I just ordered this one after I saw it fire my lighting professor's real studio strobe over 500 times on a single charge plus his charged my phone at the same time.

Paul C. Buff - Vagabond Mini Lithium


----------



## 480sparky (Nov 3, 2011)

Given the electronics that might me packed into your strobes, a MSW may not work well.  The electronics may be part of the cap charging circuit, as well as modelling light dimming and slave function.


----------



## 2WheelPhoto (Nov 3, 2011)

480sparky said:


> Given the electronics that might me packed into your strobes, a MSW may not work well.  The electronics may be part of the cap charging circuit, as well as modelling light dimming and slave function.

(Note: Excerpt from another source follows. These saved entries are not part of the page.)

def thickness_table(phase: BoolArray, *, blocks: Int32 | None = None) -> ThicknessTable:
    """Histogram of the local thickness of a phase by block; empty where the phase is empty or nothing bounds it."""
    n = 1 if blocks is None else int(blocks.max(initial=0)) + 1
    squared = squared_thickness(phase)
    found = np.bincount(squared[phase]) if phase.any() and not phase.all() else np.zeros(0, dtype=np.int64)
    values = np.flatnonzero(found)
    rank = np.zeros(found.size, dtype=np.int32)
    rank[values] = np.arange(values.size)
    code = rank[squared[phase]] if values.size else np.zeros(0, dtype=np.int32)
    if blocks is not None and values.size:
        code = code + blocks[phase] * np.int32(values.size)
    counts = np.bincount(code, minlength=n * values.size).reshape(n, values.size)
    return ThicknessTable(2.0 * np.sqrt(values) - 1.0, counts.astype(np.float64), phase.ndim)


def containment_tables(largest: int, *, steps: Int32) -> Int32:
    """Tables that tell whether one digital disc lies inside another.

    Parameters
    ----------
    largest
        Largest squared radius.
    steps
        Steps between the two centres, int32 array (n, 2) or (n, 3), coordinates not negative and in descending order; signs
        and order of the coordinates do not matter.

    Returns
    -------
    int32 array (n, largest + 1). The entry of step v at d² is the largest |x − v|² over the pixels |x|² < d². The disc of d²
    lies inside the disc of d'² at that step exactly where d'² exceeds the entry.

    References
    ----------
    Rémy and Thiel, Image Vis. Comput. 23 (2005) 167.
    """
    padded = np.zeros((len(steps), 3), dtype=np.int32)
    padded[:, : steps.shape[1]] = steps
    table: Int32 = _containment(np.int64(largest), padded, steps.shape[1])
    return table


def _steps(ndim: int) -> tuple[Int32, Int32, Int32]:
    """Steps (plane, row, column), nearest first; the kind of each; and the kinds (descending, without signs)."""
    reach = range(-_REACH[ndim], _REACH[ndim] + 1)
    # A multiple of a shorter step adds nothing: a disc that lies in the farther one lies in the nearer one too.
    steps = [v for v in itertools.product(reach, repeat=ndim) if any(v) and np.gcd.reduce(v) == 1]
    steps.sort(key=lambda v: sum(c * c for c in v))
    shapes = [tuple(sorted(map(abs, v), reverse=True)) for v in steps]
    kinds = list(dict.fromkeys(shapes))
    full = np.zeros((len(steps), 3), dtype=np.int32)
    full[:, 3 - ndim :] = steps
    return full, np.array([kinds.index(v) for v in shapes], dtype=np.int32), np.array(kinds, dtype=np.int32)


@numba.njit(cache=True)
def _containment(largest, steps, ndim):  # type: ignore[no-untyped-def]
    reach = int(np.sqrt(largest)) + 1
    table = np.full((steps.shape[0], largest + 1), -1, dtype=np.int32)
    # Only pixels m = −x with m ≥ 0 count, since they are farthest from v ≥ 0: |x − v|² = |m|² + 2 m·v + |v|². The product is
    # largest where m is in the same order as v.
    for a in range(reach + 1):
        for b in range(a + 1):
            for c in range((b if ndim == 3 else 0) + 1):
                n = a * a + b * b + c * c
                if n >= largest:
                    break
                for k in range(steps.shape[0]):
                    p, q, r = steps[k]
                    far = n + 2 * (a * p + b * q + c * r) + p * p + q * q + r * r
                    table[k, n + 1] = max(table[k, n + 1], far)
    for k in range(steps.shape[0]):
        for n in range(1, largest + 1):
            table[k, n] = max(table[k, n], table[k, n - 1])
    return table


@numba.njit(cache=True)
def _undominated(squared, table, steps, kinds):  # type: ignore[no-untyped-def]
    planes, rows, columns = squared.shape
    found = np.empty(squared.size, dtype=np.int32)
    n = 0
    for z in range(planes):
        for y in range(rows):
            for x in range(columns):
                d = squared[z, y, x]
                if d > 0 and not _inside_another(squared, table, steps, kinds, z, y, x, d):
                    found[n] = (z * rows + y) * columns + x
                    n += 1
    return found[:n].copy()


@numba.njit(cache=True)
def _inside_another(squared, table, steps, kinds, z, y, x, d):  # type: ignore[no-untyped-def]
    planes, rows, columns = squared.shape
    for i in range(steps.shape[0]):
        w, v, u = z + steps[i, 0], y + steps[i, 1], x + steps[i, 2]
        if steps[i, 0] ** 2 + steps[i, 1] ** 2 + steps[i, 2] ** 2 > 3 and d < _SMALL_STEP:
            return False
        if w < 0 or w >= planes or v < 0 or v >= rows or u < 0 or u >= columns:
            continue
        other = squared[w, v, u]
        if other > d and other > table[kinds[i], d]:
            return True
    return False


@numba.njit(cache=True)
def _largest_first(squared, discs, largest):  # type: ignore[no-untyped-def]
    start = np.zeros(largest + 2, dtype=np.int64)
    for i in discs:
        start[largest - squared[i] + 1] += 1
    for k in range(1, largest + 2):
        start[k] += start[k - 1]
    order = np.empty_like(discs)
    for i in discs:
        k = largest - squared[i]
        order[start[k]] = i
        start[k] += 1
    return order


@numba.njit(cache=True)
def _unpainted(out, thick):  # type: ignore[no-untyped-def]
    """Bits of the unpainted pixels, in bricks; how many each brick has; how many bricks of each block have any."""
    planes, rows, columns = out.shape
    bz, by, bx = (planes - 1) // thick + 1, (rows - 1) // 8 + 1, (columns - 1) // 8 + 1
    bits = np.zeros((bz, by, bx, thick), dtype=np.uint64)
    left = np.zeros((bz, by, bx), dtype=np.int32)
    blocks = np.zeros(((bz - 1) // 8 + 1, (by - 1) // 8 + 1, (bx - 1) // 8 + 1), dtype=np.int32)
    for z in range(planes):
        for y in range(rows):
            for x in range(columns):
                if out[z, y, x] > 0:
                    bits[z // thick, y // 8, x // 8, z % thick] |= np.uint64(1) << np.uint64(8 * (y % 8) + x % 8)
                    left[z // thick, y // 8, x // 8] += 1
    for z in range(bz):
        for y in range(by):
            for x in range(bx):
                if left[z, y, x] > 0:
                    blocks[z // 8, y // 8, x // 8] += 1
    return bits, left, blocks


@numba.njit(cache=True)
def _disc_words(largest, root):  # type: ignore[no-untyped-def]
    """Bits of the pixels |x|² ≤ rest in the 8 × 8 brick whose first pixel lies at (row, column) from the centre, all small discs."""
    reach = root[largest]
    side = 2 * reach + 8
    words = np.zeros((largest + 1, side, side), dtype=np.uint64)
    for rest in range(largest + 1):
        for a in range(side):
            for j in range(8):
                rest_row = rest - (a - reach - 7 + j) ** 2
                if rest_row < 0:
                    continue
                half = root[rest_row]
                for b in range(side):
                    first, last = max(0, -half - (b - reach - 7)), min(7, half - (b - reach - 7))
                    if first <= last:
                        row = (2 << last) - (1 << first)
                        words[rest, a, b] |= np.uint64(row) << np.uint64(8 * j)
    return words


@numba.njit(cache=True)
def _paint(out, centres, sizes, root, words):  # type: ignore[no-untyped-def]
    planes, rows, columns = out.shape
    thick = 8 if planes > 1 else 1
    bits, left, blocks = _unpainted(out, thick)
    for i in range(centres.size):
        x = centres[i] % columns
        y = centres[i] // columns % rows
        z = centres[i] // (columns * rows)
        d = sizes[i]
        r = root[d - 1]
        z0, z1 = max(0, z - r) // thick, min(planes - 1, z + r) // thick
        y0, y1 = max(0, y - r) // 8, min(rows - 1, y + r) // 8
        x0, x1 = max(0, x - r) // 8, min(columns - 1, x + r) // 8
        for cz in range(z0 // 8, z1 // 8 + 1):
            for cy in range(y0 // 8, y1 // 8 + 1):
                for cx in range(x0 // 8, x1 // 8 + 1):
                    if blocks[cz, cy, cx] == 0:
                        continue
                    for u in range(max(z0, 8 * cz), min(z1, 8 * cz + 7) + 1):
                        nz = max(0, u * thick - z, z - u * thick - thick + 1)
                        for v in range(max(y0, 8 * cy), min(y1, 8 * cy + 7) + 1):
                            ny = max(0, 8 * v - y, y - 8 * v - 7)
                            for w in range(max(x0, 8 * cx), min(x1, 8 * cx + 7) + 1):
                                nx = max(0, 8 * w - x, x - 8 * w - 7)
                                if left[u, v, w] == 0 or nz * nz + ny * ny + nx * nx >= d:
                                    continue
                                left[u, v, w] -= _paint_brick(out, bits, u, v, w, z, y, x, d, root, words)
                                if left[u, v, w] == 0:
                                    blocks[cz, cy, cx] -= 1


@numba.njit(cache=True)
def _paint_brick(out, bits, u, v, w, z, y, x, d, root, words):  # type: ignore[no-untyped-def]
    """Paint the unpainted pixels of one brick that lie in the disc; returns their number."""
    thick = bits.shape[3]
    y0, x0 = 8 * v - y, 8 * w - x
    n = 0
    nearest_y = max(0, y0, -y0 - 7)
    nearest_x = max(0, x0, -x0 - 7)
    in_plane = nearest_y * nearest_y + nearest_x * nearest_x
    small = d <= words.shape[0]
    shift = words.shape[1] // 2 + 3
    for k in range(thick):
        word = bits[u, v, w, k]
        dz = u * thick + k - z
        rest = d - 1 - dz * dz
        if word == 0 or rest < in_plane:
            continue
        if small:
            fresh = word & words[rest, y0 + shift, x0 + shift]
        else:
            fresh = word & _disc_word(rest, y0, x0, root)
        if fresh == 0:
            continue
        bits[u, v, w, k] = word ^ fresh
        for j in range(8):
            row = (fresh >> np.uint64(8 * j)) & np.uint64(255)
            m = 0
            while row != 0:
                if row & np.uint64(1):
                    out[u * thick + k, 8 * v + j, 8 * w + m] = d
                    n += 1
                row >>= np.uint64(1)
                m += 1
    return n


@numba.njit(cache=True)
def _disc_word(rest, y0, x0, root):  # type: ignore[no-untyped-def]
    word = np.uint64(0)
    for j in range(8):
        rest_row = rest - (y0 + j) * (y0 + j)
        if rest_row >= 0:
            half = root[rest_row]
            first, last = max(0, -half - x0), min(7, half - x0)
            if first <= last:
                word |= np.uint64((2 << last) - (1 << first)) << np.uint64(8 * j)
    return word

^^^yup we kept the modeling light off but the Elinchrom strobe itself fired over 500 times on a charge plus my cell phone charging


----------



## Big Mike (Nov 3, 2011)

How does modified sine wave damage strobes?? - Canon Digital Photography Forums


----------



## 2WheelPhoto (Nov 3, 2011)

Of course I may not be using the same strobe as the scope of this thread covers, but I'll post up fairly quick after I put mine through the torture tests. I plan to use it outdoors only. Elinchrom and the inverter is on way to me per the UPS man. My instructor uses his inverters on several brands besides his Elinchroms.

Mike other than maybe generators and such, are there better options for running "AC only" flavor studio strobes remotely?


----------



## Big Mike (Nov 3, 2011)

It's hard to say if any one option is better than another.

I personally like the idea of the Vagabond mini...it's small, light and gives you a pretty decent battery life.
I made my own, pairing a Pure Sine Wave inverter with a battery and it works great.  It's about half the weight of the Vagabond II, but still quite a bit bigger/heavier than the mini.  

If you need a longer battery life, you can use a larger battery.  A larger battery may also give you less voltage drop, which is important when using these inverters...as too large of a drop will cause the inverter to shut down.  Of course, the larger the battery, the bigger it is and the harder it is to carry around.  I've seen a few people using car batteries (or something that size) on a wheeled cart.  Great if you need to power 4 strobes for 1000 shots...but I still think I'd prefer the VB mini.


----------



## radiorickm (Nov 3, 2011)

I read the link, and tanks for the information. I ad planned on using a marine battery for the project, so the Amp/hour rating wouldn't have been much of a problem there. I will shop around for a True Sine Wave inverter and continue the project.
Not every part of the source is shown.